YOUR GOAL
Print, exactly as they stand, the lines from the start of the listing to the line containing "0.1414214 = 1.8585786 V", inclusive.

######

describe("square-law model from a datasheet", () => {
  it("derives k, Vt and the RDS(on) cross-check as the hand calculation does", () => {
    // Hand calculation (square law, common practice):
    //   k   = gfs²/(2·ID)        = 0.2²/(2·0.2)          = 0.04/0.4       = 0.1 A/V²
    //   Vt  = VGS(th) − √(2·ID/k) = 2.0 − √(2·0.001/0.1) = 2.0 − √0.02    = 2.0 − 0.1414214 = 1.8585786 V
    //   Ron = 1/(k·(VGS − Vt))    = 1/(0.1·(10 − 1.8585786)) = 1/0.81414214 = 1.2282868 Ω
    //   Ron/RDS(on)               = 1.2282868/1.8          = 0.6823815
    const part = parsePartCard(partJson, "p.json");
    const rec = new Derivation("QN-60 model");
    const m = partModel(part, rec);
    expect(m.k).toBeCloseTo(0.1, 12);
    expect(m.vt).toBeCloseTo(2.0 - Math.sqrt(0.02), 12);
    expect(m.vt).toBeCloseTo(1.8585786, 6);
    expect(m.ron!).toBeCloseTo(1.2282868, 6);
    expect(m.ronRatio!).toBeCloseTo(0.6823815, 6);
    expect(m.card).toMatchObject({ polarity: "nmos", kp: m.k, lambda: 0, gamma: 0 });
    expect(m.card.vt0).toBeCloseTo(m.vt, 15);
    expect(m.w).toBe(m.l); // W/L = 1: the part's W/L is absorbed in k
    // The discrepancy is a finding, not silence; within a factor of two it is a note, not a warning.
    expect(rec.findings.some((f) => f.severity === "note" && /-32 %/.test(f.text))).toBe(true);
    expect(rec.steps.filter((s) => s.kind === "formula").map((s) => (s as { formula: string }).formula)).toEqual([
      "kFromForwardTransconductance",
      "thresholdFromGateThreshold",
      "overdrive",
      "onResistance",
      "onResistanceRatio",
    ]);
    expectReevaluates(rec.toJSON());
  });

  it("takes a P-channel datasheet's negative figures as magnitudes and gives a negative vt0", () => {
    const p = parsePartCard({ ...partJson, name: "QP-60 (invented)", polarity: "pmos", threshold: { vgs: "-2.0 V", id: "-1 mA" }, forwardTransconductance: { gfs: "200 mS", id: "-200 mA" } }, "p.json");
    const m = partModel(p);
    expect(m.card.vt0).toBeCloseTo(-(2.0 - Math.sqrt(0.02)), 12);
    expect(m.k).toBeCloseTo(0.1, 12);
  });

  it("refuses figures that give no positive threshold, and bad fields, naming them", () => {
    // gfs at a tiny current gives a small k: √(2·ID(th)/k) = √(2·0.001/0.0005) = 2 V ≥ VGS(th) − 0 → Vt = 0.
    expect(() => partModel(parsePartCard({ ...partJson, forwardTransconductance: { gfs: "1 mS", id: "1 mA" } }, "p.json"))).toThrow(/threshold: got 0, expected a threshold Vt > 0/);
    expect(() => parsePartCard({ ...partJson, ratings: { ...partJson.ratings, pdAt: { board: "25 degC" } } }, "p.json")).toThrow(/p\.json\.ratings\.pdAt/);
    expect(() => parsePartCard({ ...partJson, threshold: { vgs: "2 A", id: "1 mA" } }, "p.json")).toThrow(/p\.json\.threshold\.vgs/);
    expect(() => parsePartCard({ ...partJson, ratings: { ...partJson.ratings, tjMax: "20 degC" } }, "p.json")).toThrow(/ratings\.tjMax/);
    expect(() => parsePartCard({ ...partJson, colour: "black" }, "p.json")).toThrow(/p\.json\.colour/);
  });
});

describe("where PD is stated (ratings.pdAt): one shape in a part file and in the library", () => {
  it("a file's { ambient } or { case } with units is the library's { ambient } or { case } in K", () => {
    const ta = parsePartCard(partJson, "p.json");
    expect(ta.ratings.pdAt).toEqual({ ambient: 298.15 });
    const tc = parsePartCard({ ...partJson, ratings: { ...partJson.ratings, pdAt: { case: "25 degC" } } }, "p.json");
    expect(tc.ratings.pdAt).toEqual({ case: 298.15 });
    // The library takes the same object: the parsed card and one written by hand are checked alike.
    const byHand = { ...ta, ratings: { ...ta.ratings, pdAt: { case: 298.15 } } } as DiscretePart;
    expect(checkPart(byHand, "lib").ratings.pdAt).toEqual({ case: 298.15 });
    const spelled = { ...ta, ratings: { ...ta.ratings, pdAt: { ambient: kelvin(298.15), case: undefined } } };
    expect(() => checkPart(spelled, "lib")).not.toThrow();
  });
  it("derates a PD stated at the ambient and cautions on one stated at the case, from either path", () => {
    const ta = parsePartCard(partJson, "p.json");
    const use = (pdAt: DiscretePart["ratings"]["pdAt"]) => ({ part: { ...ta, ratings: { ...ta.ratings, pdAt } }, ambient: kelvin(313.15) });
    const stress = { vds: 5, vgs: 3, id: 0.02, power: 0.1 };
    const allowed = (pdAt: DiscretePart["ratings"]["pdAt"], rec?: Derivation) => ratingChecks(use(pdAt), stress, (name, _v, _d, max) => ({ name, max }), rec).find((c) => c.name.endsWith("dissipation within PD"))!.max;
    // PD derated linearly from 25 °C to TJ(max) 150 °C at a 40 °C ambient: 0.4·(150 − 40)/(150 − 25) = 0.352 W.
    expect(allowed({ ambient: kelvin(298.15) })).toBeCloseTo(0.352, 12);
    const rec = new Derivation("case");
    expect(allowed({ case: kelvin(298.15) }, rec)).toBe(0.4);
    expect(rec.findings.some((f) => /stated at the case/.test(f.text))).toBe(true);
  });
  it("refuses any other shape, saying what to write, in a file and in the library", () => {
    expect(() => parsePartCard({ ...partJson, ratings: { ...partJson.ratings, pdAt: { kind: "ambient", temperature: "25 degC" } } }, "p.json")).toThrow(/p\.json\.ratings\.pdAt.*\{ "ambient": "25 degC" \}/);
    expect(() => parsePartCard({ ...partJson, ratings: { ...partJson.ratings, pdAt: { ambient: "25 degC", case: "25 degC" } } }, "p.json")).toThrow(/p\.json\.ratings\.pdAt/);
    const ta = parsePartCard(partJson, "p.json");
    for (const pdAt of [{ kind: "ambient", temperature: 298.15 }, { ambient: 298.15, case: 298.15 }, {}])
      expect(() => checkPart({ ...ta, ratings: { ...ta.ratings, pdAt } } as never, "lib")).toThrow(/lib "QN-60 \(invented\)"\.ratings\.pdAt.*\{ ambient: 298\.15 \} or \{ case: 298\.15 \}/);
    expect(() => checkPart({ ...ta, ratings: { ...ta.ratings, pdAt: { case: -1 } } } as never, "lib")).toThrow(/ratings\.pdAt\.case/);
    expect(() => checkPart({ ...ta, ratings: { ...ta.ratings, pdAt: { ambient: 500 } } } as never, "lib")).toThrow(/ratings\.tjMax/);
  });
});

describe("ratings checked in a design that uses the part", () => {
  // A 12 V common-source stage around the invented part (values invented).
  const stageJson = {
    name: "QN-60 line stage (invented)",
    topology: "four-resistor",
    device: { part: partJson, ambient: "40 degC" },
    components: { rg1: "68k", rg2: "39k", rd: "240", rs: "120" },
    supplies: { vdd: "12 V" },
  };
  const run = (argv: string[]) => captureCli(main, argv);

  it("passes with margin at a sensible bias, with every rating among the checks", async () => {
    const r = await run([write("ok.json", stageJson), "--json"]);
    const j = JSON.parse(r.out);
    expect(r.code).toBe(0);
    const names = j.metrics.checks.map((c: { name: string }) => c.name);
    for (const n of ["|VDS| within VDS(max)", "|VGS| within VGS(max)", "ID within ID(max)", "dissipation within PD", "junction temperature within TJ(max)"])
      expect(names).toContain(`QN-60 (invented): ${n}`);
    // Tj = Ta + P·RθJA, with P = ID·VDS from the same analysis.
    const p = j.power.transistor;
    const tj = j.metrics.checks.find((c: { name: string }) => c.name.endsWith("junction temperature within TJ(max)"));
    expect(tj.value).toBeCloseTo(313.15 + p * 312.5, 9);
    // PD derated linearly from 25 °C to 150 °C at the 40 °C ambient: 0.4·(150 − 40)/(150 − 25) = 0.352 W.
    const pd = j.metrics.checks.find((c: { name: string }) => c.name.endsWith("dissipation within PD"));
    expect(pd.max).toBeCloseTo(0.352, 12);
  });

  const failing: [string, Record<string, unknown>, RegExp][] = [
    ["VDS over VDS(max) (80 V board)", { supplies: { vdd: "80 V" }, components: { rg1: "680k", rg2: "39k", rd: "1k", rs: "1k" } }, /\|VDS\| within VDS\(max\)/],
    ["VGS over VGS(max) (gate held at 25 V)", { topology: "fixed-gate", components: { vg: "25 V", rd: "240", rs: "10" }, supplies: { vdd: "30 V" } }, /\|VGS\| within VGS\(max\)/],
    ["ID over ID(max) (no source resistor, gate at 5 V)", { topology: "fixed-gate", components: { vg: "5 V", rd: "10" } }, /ID within ID\(max\)/],
    ["dissipation and junction temperature over (hot board)", { device: { part: partJson, ambient: "140 degC" } }, /junction temperature within TJ\(max\)/],
  ];
  for (const [what, change, check] of failing)
    it(`fails with exit 1 when ${what}`, async () => {
      const r = await run([write(`fail-${what.slice(0, 3)}.json`, { ...stageJson, ...change }), "--json"]);
      expect(r.code).toBe(1);
      expect(r.err).toMatch(check);
      const failed = JSON.parse(r.out).metrics.checks.filter((c: { passed: boolean }) => !c.passed).map((c: { name: string }) => c.name);
      expect(failed.some((n: string) => check.test(n))).toBe(true);
    });

  it("refuses body \"rail\" for a part (body tied to source inside the package)", () => {
    expect(() => parseDesign({ ...stageJson, body: "rail" }, "s.json")).toThrow(/s\.json: body: .*tied to its source inside the package/);
  });

  it("keeps the ratings in every analysis of the stage, also from the library", () => {
    const stage = parseDesign(stageJson, "s.json");
    const a = analyzeStage(stage);
    expect(a.metrics.checks.filter((c) => c.name.startsWith("QN-60")).length).toBe(5);
  });

  it("checks each part of a two-transistor stage under its own label (mirror, diode load)", () => {
    // A discrete 1:1 mirror from two of the invented parts: 12 V, RREF 1 kΩ, output held at 6 V.
    const mirror = parseDesign({ topology: "current-mirror", device: { part: partJson }, devices: { reference: { part: partJson } }, components: { rref: "1k", vout: "6 V" }, supplies: { vdd: "12 V" } }, "m.json");
    const names = analyzeStage(mirror).metrics.checks.map((c) => c.name);
    expect(names).toContain("M1 QN-60 (invented): ID within ID(max)");
    expect(names).toContain("M2 QN-60 (invented): |VDS| within VDS(max)");
    // RREF of 10 Ω forces about (12 − VGS)/10 ≈ 0.9 A through M1: over its 300 mA rating.
    const hard = parseDesign({ topology: "current-mirror", device: { part: partJson }, devices: { reference: { part: partJson } }, components: { rref: "10", vout: "6 V" }, supplies: { vdd: "12 V" } }, "m.json");
    const m1 = analyzeStage(hard).metrics.checks.find((c) => c.name === "M1 QN-60 (invented): ID within ID(max)")!;
    expect(m1.passed).toBe(false);
    expect(m1.value).toBeGreaterThan(0.3);
    const pPart = { ...partJson, name: "QP-60 (invented)", polarity: "pmos" };
    const dl = parseDesign({ topology: "diode-load", device: { part: partJson }, devices: { load: { part: pPart } }, components: { vg: "2.3 V" }, supplies: { vdd: "12 V" } }, "d.json");
    const dlNames = analyzeStage(dl).metrics.checks.map((c) => c.name);
    expect(dlNames).toContain("driver QN-60 (invented): |VGS| within VGS(max)");
    expect(dlNames).toContain("load QP-60 (invented): junction temperature within TJ(max)");
  });

  it("designs a stage from a specification around the part: its size fixed, its ratings checked on the chosen values", async () => {
    const spec = { id: "10 mA", drain: { vd: "8.5 V" }, source: { vrs: "4 V" }, gate: { current: "50 uA" }, series: "E96" };
    const file = write("spec.json", { name: "QN-60 line stage (invented)", topology: "four-resistor", device: { part: partJson, ambient: "40 degC" }, specification: spec, supplies: { vdd: "12 V" } });
    const r = await run([file, "--json"]);
    expect(r.code).toBe(0);
    const j = JSON.parse(r.out);
    expect(j.chosen.device).toEqual({ w: 1e-6, l: 1e-6 });
    expect(j.deviation.id.relative).toBeLessThan(0.02);
    const names = j.operatingPoint.metrics.checks.map((c: { name: string }) => c.name);
    expect(names).toContain("QN-60 (invented): junction temperature within TJ(max)");
    expect(() => parseDesignFile({ topology: "four-resistor", device: { part: partJson }, specification: { ...spec, sizing: { vov: "0.3 V", l: "1 um" } }, supplies: { vdd: "12 V" } }, "s.json")).toThrow(/s\.json: specification\.sizing: .*size is fixed by the part/);
  });
});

######

SOLUTION TO THE EXERCISE
describe("square-law model from a datasheet", () => {
  it("derives k, Vt and the RDS(on) cross-check as the hand calculation does", () => {
    // Hand calculation (square law, common practice):
    //   k   = gfs²/(2·ID)        = 0.2²/(2·0.2)          = 0.04/0.4       = 0.1 A/V²
    //   Vt  = VGS(th) − √(2·ID/k) = 2.0 − √(2·0.001/0.1) = 2.0 − √0.02    = 2.0 − 0.1414214 = 1.8585786 V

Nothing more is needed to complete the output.